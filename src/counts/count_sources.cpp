// SPDX-License-Identifier: GPL-2.0-or-later
#include "deviascope/counts/count_sources.h"

#include <fmt/format.h>

#include <algorithm>
#include <cctype>
#include <cmath>
#include <iterator>
#include <optional>

#include "counts/lopsided_counts.h"
#include "counts/map_counter.h"
#include "counts/row_counter.h"
#include "deviascope/core/error.h"
#include "deviascope/core/grouped_number.h"
#include "deviascope/core/physical_constants.h"

namespace deviascope {

namespace {

/// How far the reading of a survey's files is.
class RowProgress {
  public:
    RowProgress(const SurveyInput& survey, const Progress& progress)
        : survey_(survey.name), progress_(progress) {}
    void expect(std::optional<std::int64_t> n_rows) {
        total_ = total_ && n_rows ? std::optional(*total_ + *n_rows) : std::nullopt;
    }
    void advance(std::int64_t n_rows) {
        read_ += n_rows;
        if (!progress_) return;
        const std::string of = total_ ? fmt::format(" of {}", grouped(*total_)) : "";
        progress_(fmt::format("{}: {}{} rows read", survey_, grouped(read_), of));
    }

  private:
    std::string survey_;
    const Progress& progress_;
    std::optional<std::int64_t> total_ = 0;
    std::int64_t read_ = 0;
};

/// Degrees are understood; a unit that says otherwise deserves a word.
void warn_of_unit(const std::filesystem::path& path,
                  const std::string& column,
                  std::string unit,
                  std::vector<std::string>& warnings) {
    std::ranges::transform(
        unit, unit.begin(), [](unsigned char c) { return static_cast<char>(std::tolower(c)); });
    if (unit.empty() || unit.find("deg") != std::string::npos) return;
    warnings.push_back(fmt::format("{}: column {} states the unit `{}`; it is read as degrees",
                                   path.string(),
                                   column,
                                   unit));
}

/// All files are opened once before any is read, so that a fault of the last shows at once.
void look_at_files(const SurveyInput& survey,
                   const RowSelection& rows,
                   RowProgress& progress,
                   std::vector<std::string>& warnings) {
    for (const auto& path : survey.catalogue) {
        const auto reader = open_table(path, survey.table, rows.columns);
        progress.expect(reader->n_rows());
        for (const std::size_t column : {rows.lon, rows.lat})
            warn_of_unit(path, rows.columns[column], reader->unit_of(column), warnings);
    }
}

void count_rows(const Selection& selection,
                RowCounter& counter,
                CutTable& cuts,
                const Progress& progress) {
    const SurveyInput& survey = selection.input;
    ensure(!survey.catalogue.empty(), "bins with select have a catalogue");
    RowProgress row_progress(survey, progress);
    look_at_files(survey, selection.rows, row_progress, cuts.report.warnings);
    TableChunk chunk;
    for (const auto& path : survey.catalogue) {
        const auto reader = open_table(path, survey.table, selection.rows.columns);
        std::int64_t n_rows = 0;
        while (reader->next(chunk)) {
            counter.add(chunk, path, *reader);
            n_rows += chunk.n_rows();
            row_progress.advance(chunk.n_rows());
        }
        if (n_rows == 0) cuts.report.warnings.push_back(path.string() + ": it has no rows");
    }
    counter.refuse_offending_rows();
    std::ranges::move(counter.suspicions(), std::back_inserter(cuts.report.warnings));
}

/// An exclusion that removes nothing is mostly a disc smaller than the pixels.
void warn_of_idle_exclusions(const Selection& selection, CutTable& cuts) {
    const double width_deg = std::sqrt(selection.grid.solid_angle()) / radians_per_degree;
    for (std::size_t i = 0; i < selection.input.exclude.size(); ++i) {
        const CutLine& line = cuts.report.cuts[cuts.first_sky_cut + i];
        if (line.pixels_removed > 0) continue;
        cuts.report.warnings.push_back(fmt::format(
            "{} removes no pixel: no pixel centre that was still kept lies in it (pixels are "
            "{:.3g} deg wide), so no source is removed by it either; smaller regions are cut "
            "out by an exposure map",
            line.name,
            width_deg));
    }
}

/// Read at 16 points a pixel, a much finer map in another frame is sampled, not integrated.
void warn_of_sampled_exposures(const Selection& selection, CutTable& cuts) {
    std::vector<std::string> said;
    for (std::size_t bin = 0; bin < selection.input.bins.size(); ++bin) {
        for (const ExposureMap* map : selection.sky.maps_of_bin(bin)) {
            if (map->is_in_job_frame() || map->nside() <= 4 * selection.grid.nside()) continue;
            std::string warning = fmt::format(
                "{}: the exposure map (nside {}) is in another frame and read at 16 points of "
                "each pixel only; a map in the {} frame is averaged over all its pixels",
                map->path().string(),
                map->nside(),
                name_of(selection.frame));
            if (std::ranges::find(said, warning) == said.end()) said.push_back(warning);
        }
    }
    std::ranges::move(said, std::back_inserter(cuts.report.warnings));
}

SurveyCounts assembled(const Selection& selection,
                       const std::vector<BinTally>& tallies,
                       const CutTable& cuts) {
    SurveyCounts counts;
    counts.name = selection.input.name;
    counts.footprints = selection.sky.footprints();
    for (std::size_t bin = 0; bin < tallies.size(); ++bin) {
        const std::size_t footprint = selection.sky.footprint_of_bin(bin);
        counts.bins.push_back({selection.input.bins[bin].name,
                               footprint,
                               tallies[bin].on(counts.footprints[footprint])});
    }
    counts.cuts = cuts.finished();
    if (const auto warning =
            warning_of_lopsided_counts(counts, selection.grid, selection.frame))
        counts.cuts.warnings.push_back(*warning);
    return counts;
}

}  // namespace

SurveyCounts count_survey(const SurveyInput& survey,
                          const Pixelisation& grid,
                          Frame frame,
                          const Progress& progress,
                          const std::vector<Duplicates>& duplicates,
                          std::vector<Direction>* kept) {
    ensure(!survey.bins.empty(), "a survey has bins");
    const RowSelection rows(survey);
    const SkyCuts sky(survey, grid, frame);
    const Selection selection{survey, rows, sky, grid, frame};
    CutTable cuts(survey, rows, sky, duplicates);
    warn_of_idle_exclusions(selection, cuts);
    warn_of_sampled_exposures(selection, cuts);

    std::vector<BinTally> tallies;
    for (const BinInput& bin : survey.bins)
        tallies.emplace_back(fmt::format("survey {}, bin {}", survey.name, bin.name), grid);
    if (!rows.selecting_bins.empty()) {
        RowCounter counter(selection, cuts, tallies, duplicates, kept);
        count_rows(selection, counter, cuts, progress);
    } else if (!survey.catalogue.empty()) {
        cuts.report.warnings.emplace_back(
            "the catalogue is not read for counting: every bin has a count map");
    }
    for (std::size_t bin = 0; bin < survey.bins.size(); ++bin)
        if (survey.bins[bin].counts) count_map_sources(selection, bin, cuts, tallies[bin]);
    return assembled(selection, tallies, cuts);
}

}  // namespace deviascope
-*-
**What you need to do:**
Reproduce the material above. Do not change a word.

**Written response:**
filename src/counts/count_sources.cpp
// SPDX-License-Identifier: GPL-2.0-or-later
#include "deviascope/counts/count_sources.h"

#include <fmt/format.h>

#include <algorithm>
#include <cctype>
#include <cmath>
#include <iterator>
#include <optional>

#include "counts/lopsided_counts.h"
#include "counts/map_counter.h"
#include "counts/row_counter.h"
#include "deviascope/core/error.h"
#include "deviascope/core/grouped_number.h"
#include "deviascope/core/physical_constants.h"

namespace deviascope {

namespace {

/// How far the reading of a survey's files is.
class RowProgress {
  public:
    RowProgress(const SurveyInput& survey, const Progress& progress)
        : survey_(survey.name), progress_(progress) {}
    void expect(std::optional<std::int64_t> n_rows) {
        total_ = total_ && n_rows ? std::optional(*total_ + *n_rows) : std::nullopt;
    }
    void advance(std::int64_t n_rows) {
        read_ += n_rows;
        if (!progress_) return;
        const std::string of = total_ ? fmt::format(" of {}", grouped(*total_)) : "";
        progress_(fmt::format("{}: {}{} rows read", survey_, grouped(read_), of));
    }

  private:
    std::string survey_;
    const Progress& progress_;
    std::optional<std::int64_t> total_ = 0;
    std::int64_t read_ = 0;
};

/// Degrees are understood; a unit that says otherwise deserves a word.
void warn_of_unit(const std::filesystem::path& path,
                  const std::string& column,
                  std::string unit,
                  std::vector<std::string>& warnings) {
    std::ranges::transform(
        unit, unit.begin(), [](unsigned char c) { return static_cast<char>(std::tolower(c)); });
    if (unit.empty() || unit.find("deg") != std::string::npos) return;
    warnings.push_back(fmt::format("{}: column {} states the unit `{}`; it is read as degrees",
                                   path.string(),
                                   column,
                                   unit));
}

/// All files are opened once before any is read, so that a fault of the last shows at once.
void look_at_files(const SurveyInput& survey,
                   const RowSelection& rows,
                   RowProgress& progress,
                   std::vector<std::string>& warnings) {
    for (const auto& path : survey.catalogue) {
        const auto reader = open_table(path, survey.table, rows.columns);
        progress.expect(reader->n_rows());
        for (const std::size_t column : {rows.lon, rows.lat})
            warn_of_unit(path, rows.columns[column], reader->unit_of(column), warnings);
    }
}

void count_rows(const Selection& selection,
                RowCounter& counter,
                CutTable& cuts,
                const Progress& progress) {
    const SurveyInput& survey = selection.input;
    ensure(!survey.catalogue.empty(), "bins with select have a catalogue");
    RowProgress row_progress(survey, progress);
    look_at_files(survey, selection.rows, row_progress, cuts.report.warnings);
    TableChunk chunk;
    for (const auto& path : survey.catalogue) {
        const auto reader = open_table(path, survey.table, selection.rows.columns);
        std::int64_t n_rows = 0;
        while (reader->next(chunk)) {
            counter.add(chunk, path, *reader);
            n_rows += chunk.n_rows();
            row_progress.advance(chunk.n_rows());
        }
        if (n_rows == 0) cuts.report.warnings.push_back(path.string() + ": it has no rows");
    }
    counter.refuse_offending_rows();
    std::ranges::move(counter.suspicions(), std::back_inserter(cuts.report.warnings));
}

/// An exclusion that removes nothing is mostly a disc smaller than the pixels.
void warn_of_idle_exclusions(const Selection& selection, CutTable& cuts) {
    const double width_deg = std::sqrt(selection.grid.solid_angle()) / radians_per_degree;
    for (std::size_t i = 0; i < selection.input.exclude.size(); ++i) {
        const CutLine& line = cuts.report.cuts[cuts.first_sky_cut + i];
        if (line.pixels_removed > 0) continue;
        cuts.report.warnings.push_back(fmt::format(
            "{} removes no pixel: no pixel centre that was still kept lies in it (pixels are "
            "{:.3g} deg wide), so no source is removed by it either; smaller regions are cut "
            "out by an exposure map",
            line.name,
            width_deg));
    }
}

/// Read at 16 points a pixel, a much finer map in another frame is sampled, not integrated.
void warn_of_sampled_exposures(const Selection& selection, CutTable& cuts) {
    std::vector<std::string> said;
    for (std::size_t bin = 0; bin < selection.input.bins.size(); ++bin) {
        for (const ExposureMap* map : selection.sky.maps_of_bin(bin)) {
            if (map->is_in_job_frame() || map->nside() <= 4 * selection.grid.nside()) continue;
            std::string warning = fmt::format(
                "{}: the exposure map (nside {}) is in another frame and read at 16 points of "
                "each pixel only; a map in the {} frame is averaged over all its pixels",
                map->path().string(),
                map->nside(),
                name_of(selection.frame));
            if (std::ranges::find(said, warning) == said.end()) said.push_back(warning);
        }
    }
    std::ranges::move(said, std::back_inserter(cuts.report.warnings));
}

SurveyCounts assembled(const Selection& selection,
                       const std::vector<BinTally>& tallies,
                       const CutTable& cuts) {
    SurveyCounts counts;
    counts.name = selection.input.name;
    counts.footprints = selection.sky.footprints();
    for (std::size_t bin = 0; bin < tallies.size(); ++bin) {
        const std::size_t footprint = selection.sky.footprint_of_bin(bin);
        counts.bins.push_back({selection.input.bins[bin].name,
                               footprint,
                               tallies[bin].on(counts.footprints[footprint])});
    }
    counts.cuts = cuts.finished();
    if (const auto warning =
            warning_of_lopsided_counts(counts, selection.grid, selection.frame))
        counts.cuts.warnings.push_back(*warning);
    return counts;
}

}  // namespace

SurveyCounts count_survey(const SurveyInput& survey,
                          const Pixelisation& grid,
                          Frame frame,
                          const Progress& progress,
                          const std::vector<Duplicates>& duplicates,
                          std::vector<Direction>* kept) {
    ensure(!survey.bins.empty(), "a survey has bins");
    const RowSelection rows(survey);
    const SkyCuts sky(survey, grid, frame);
    const Selection selection{survey, rows, sky, grid, frame};
    CutTable cuts(survey, rows, sky, duplicates);
    warn_of_idle_exclusions(selection, cuts);
    warn_of_sampled_exposures(selection, cuts);

    std::vector<BinTally> tallies;
    for (const BinInput& bin : survey.bins)
        tallies.emplace_back(fmt::format("survey {}, bin {}", survey.name, bin.name), grid);
    if (!rows.selecting_bins.empty()) {
        RowCounter counter(selection, cuts, tallies, duplicates, kept);
        count_rows(selection, counter, cuts, progress);
    } else if (!survey.catalogue.empty()) {
        cuts.report.warnings.emplace_back(
            "the catalogue is not read for counting: every bin has a count map");
    }
    for (std::size_t bin = 0; bin < survey.bins.size(); ++bin)
        if (survey.bins[bin].counts) count_map_sources(selection, bin, cuts, tallies[bin]);
    return assembled(selection, tallies, cuts);
}

}  // namespace deviascope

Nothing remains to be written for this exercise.